For observational study, Case 2 and Case 3 are the most typical scenarios given the nature of decisions about treatment assignment \(A_k\) often being determined by prognostic factors. However, it is impossible to determine weather it is Case 2 or Case 3.

For Case 2, the main difference against SRE is that the assignment probabilities are unknown but estimable from data.


Sequential Identifiability - Exchangeability, Positivity, and Consistency

Under the three identifiability conditions - exchangeability, positivity, and consistency - we can identify the mean counterfactual outcome \(E[Y^g]\) under a strategy of interest \(g\) as long as we use methods that approproately adjust for treatment and covariate history \((\bar{A}_{k-1}, \bar{L}_{k})\) such as g-formula, IPW, g-estimation (next chapter). All three conditions need to be generalized from the fixed version to the sequential version, including both static and dynamic strategies.

Sequential Exchangeability

For any strategy \(g\), treated and untreated at each time \(k\) are exchangeable for \(Y^g\) conditional on prior covariate history \(\bar{L}_k\) and any observed treatment history \(\bar{A}_{k-1} = g(\bar{A}_{k-2}, \bar{L}_{k-1})\) compatible with \(g\).

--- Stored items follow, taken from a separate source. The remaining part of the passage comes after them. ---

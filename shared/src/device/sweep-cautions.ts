import type { SweepParam } from '../schemas/sweep.js';
import type { Warning, WarningCode } from '../schemas/warning.js';
import { type CurrentModel, maskOf } from './drain-current.js';
import { isEngineError } from './errors.js';
import type { PreparedDevice } from './resolve-device.js';
import type { KernelOutputs, SeriesInputs } from './sweep-inputs.js';
import { WARNING_THRESHOLDS } from './warnings.js';

/** The cautions of a series, each with the number of points it applies to. */
export function cautions(model: CurrentModel, inputs: SeriesInputs, outputs: KernelOutputs, device: PreparedDevice, failures: Failures, count: number): Warning[] {
  const { w, l, vt, vov, vds, vsb, tempC, n, ut, vtZeroBias } = inputs;
  const [mt, mo, md, mn, mu] = [vt, vov, vds, n, ut].map(maskOf);
  const { gmId, vdsat } = outputs;
  const { vdd, tempRange: range } = device;
  const { lmin, wmin } = device.params;
  const squareLaw = model === 'square-law';
  const nearThreshold = WARNING_THRESHOLDS.squareLawOverdriveInNUt;
  const nearLimit = WARNING_THRESHOLDS.gmIdFractionOfLimit;
  const shortL = WARNING_THRESHOLDS.lengthOverLmin * lmin;
  const low = range ? range.min : -Infinity;
  const high = range ? range.max : Infinity;
  const failed = failures.flags;
  const live = count - failures.count;
  /** Points (with an answer) where a condition on one input holds; one test when the input is the same for all. */
  const where = (column: Float64Array, holds: (value: number) => boolean) => {
    if (column.length === 1) return holds(column[0]) ? live : 0;
    let found = 0;
    for (let i = 0; i < count; i++) if (failed[i] === 0 && holds(column[i])) found++;
    return found;
  };
  let unsaturated = 0, nearVt = 0, aboveVdd = 0, nearGmIdLimit = 0;
  for (let i = 0; i < count; i++) {
    if (failed[i] === 1) continue;
    const nUt = n[i & mn] * ut[i & mu];
    const overdrive = vov[i & mo];
    if (vds[i & md] < vdsat[i]) unsaturated++;
    if (squareLaw && overdrive < nearThreshold * nUt) nearVt++;
    if (vt[i & mt] + overdrive > vdd) aboveVdd++;
    if (gmId[i] * nUt > nearLimit) nearGmIdLimit++;
  }
  const narrow = where(w, (value) => value < wmin);
  const short = where(l, (value) => value < shortL);
  const forward = where(vsb, (value) => value < 0);
  const depletion = where(vtZeroBias, (value) => value < 0);
  const outside = where(tempC, (value) => value < low || value > high);
  const counts = [unsaturated, nearVt, aboveVdd, nearGmIdLimit, narrow, short, forward, depletion, outside];
  const warnings: Warning[] = [];
  CAUTIONS.forEach(([code, sentence], k) => {
    if (counts[k] > 0) warnings.push({ code, message: `At ${counts[k]} of ${count} points ${sentence}.` });
  });
  return warnings;
}

/** The sentence of each series caution (the table model's sweeps use them too). */
export const CAUTIONS: readonly (readonly [WarningCode, string])[] = [
  ['VDS_BELOW_VDSSAT', 'VDS is below VDSsat (the device is not saturated)'],
  ['SQUARE_LAW_NEAR_THRESHOLD', 'VOV is below 4·n·UT, where the square law does not hold; use the all-region model'],
  ['VGS_ABOVE_VDD', 'VGS is above vdd'],
  ['GM_ID_NEAR_WEAK_INVERSION_LIMIT', 'gm/ID is within 10 % of its weak-inversion limit 1/(n·UT)'],
  ['W_BELOW_WMIN', 'the width needed is below wmin (sweeps do not snap or widen)'],
  ['L_NEAR_LMIN', 'L is less than twice lmin: short-channel effects are not modelled'],
  ['SOURCE_BODY_FORWARD_BIASED', 'the source–body junction is forward-biased'],
  ['DEPLETION_CONDUCTS_AT_VGS0', 'the device is depletion-mode (VT < 0): it conducts at VGS = 0, so it has no off current'],
  ['TEMPERATURE_OUTSIDE_PROCESS_RANGE', "the temperature is outside the process's range"],
];

/** The points of a series without an answer, by error code; their columns are NaN. */
export class Failures {
  /** 1 at the index of every point without an answer. */
  readonly flags: Uint8Array;
  private readonly byCode = new Map<string, { count: number; message: string }>();
  private any = false;
  /** How many points have no answer. */
  count = 0;

  constructor(count: number) {
    this.flags = new Uint8Array(count);
  }

  add(index: number, error: unknown): void {
    if (!isEngineError(error)) throw error;
    if (this.flags[index]) return;
    this.flags[index] = 1;
    this.any = true;
    this.count++;
    const seen = this.byCode.get(error.code);
    if (seen) seen.count++;
    else this.byCode.set(error.code, { count: 1, message: error.message });
  }

  has(index: number): boolean {
    return this.flags[index] === 1;
  }

  blank(column: Float64Array): void {
    if (!this.any) return;
    for (let i = 0; i < column.length; i++) if (this.flags[i]) column[i] = Number.NaN;
  }

  warnings(param: SweepParam): Warning[] {
    const total = this.flags.length;
    return [...this.byCode].map(([code, { count, message }]) => ({
      code: 'POINTS_WITHOUT_ANSWER' as const,
      message: `${count} of ${total} points of this ${param} sweep have no answer (${code}), e.g.: ${message}`,
    }));
  }
}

One formal definition:

\[ Y^g \perp A_k|\bar{A}_{k-1} = g(\bar{A}_{k-2}, \bar{L}_{k-1}), \bar{L}_{k} \text{ for all strategies } g \text{ and } k = 1,2,\dots,K \]

This form of sequential exchangeability for \(Y^g\) always hold for cases (such as Case 2) with no unmeasured covariate(s) \(\bar {U}_k\)affecting the treatment and measured covariate history \((\bar{A}_{k-1}, \bar{L}_{k})\). Thus, sequential exchangeability holds for sequential randomized experiment and observational study, and their mean of the counterfactual outcome \(E[Y^g]\) under all strategies \(g\) is identified.

For cases other than Case 2, mean counterfactual outcome \(E[Y^g]\) under for some but not all strategies \(g\) is identifiable, even with a presense of additional unmeasured covariate(s) \(\bar{W}\). In the example Case 4 below with \(W_0\) not directly affecting the immediate treatment \(A_1\) to \(Y\), the mean counterfactual outcome \(E[Y^g]\) is identifiable with static strategy but not with dynamic strategy (will follow up on this later with SWIGs).

Sequential Positivity

In SRE, positivity holds if the randomization probabilities at each time \(k\) are never either 0 or 1, regardless of the past history \((\bar{A}_{k-1}, \bar{L}_{k})\). That is, as long as \(\bar{A}_{k-1} \not\perp \bar{L}_{k}\), then the treatment assignment probability for \(A_k\) at \(k\) is not 0.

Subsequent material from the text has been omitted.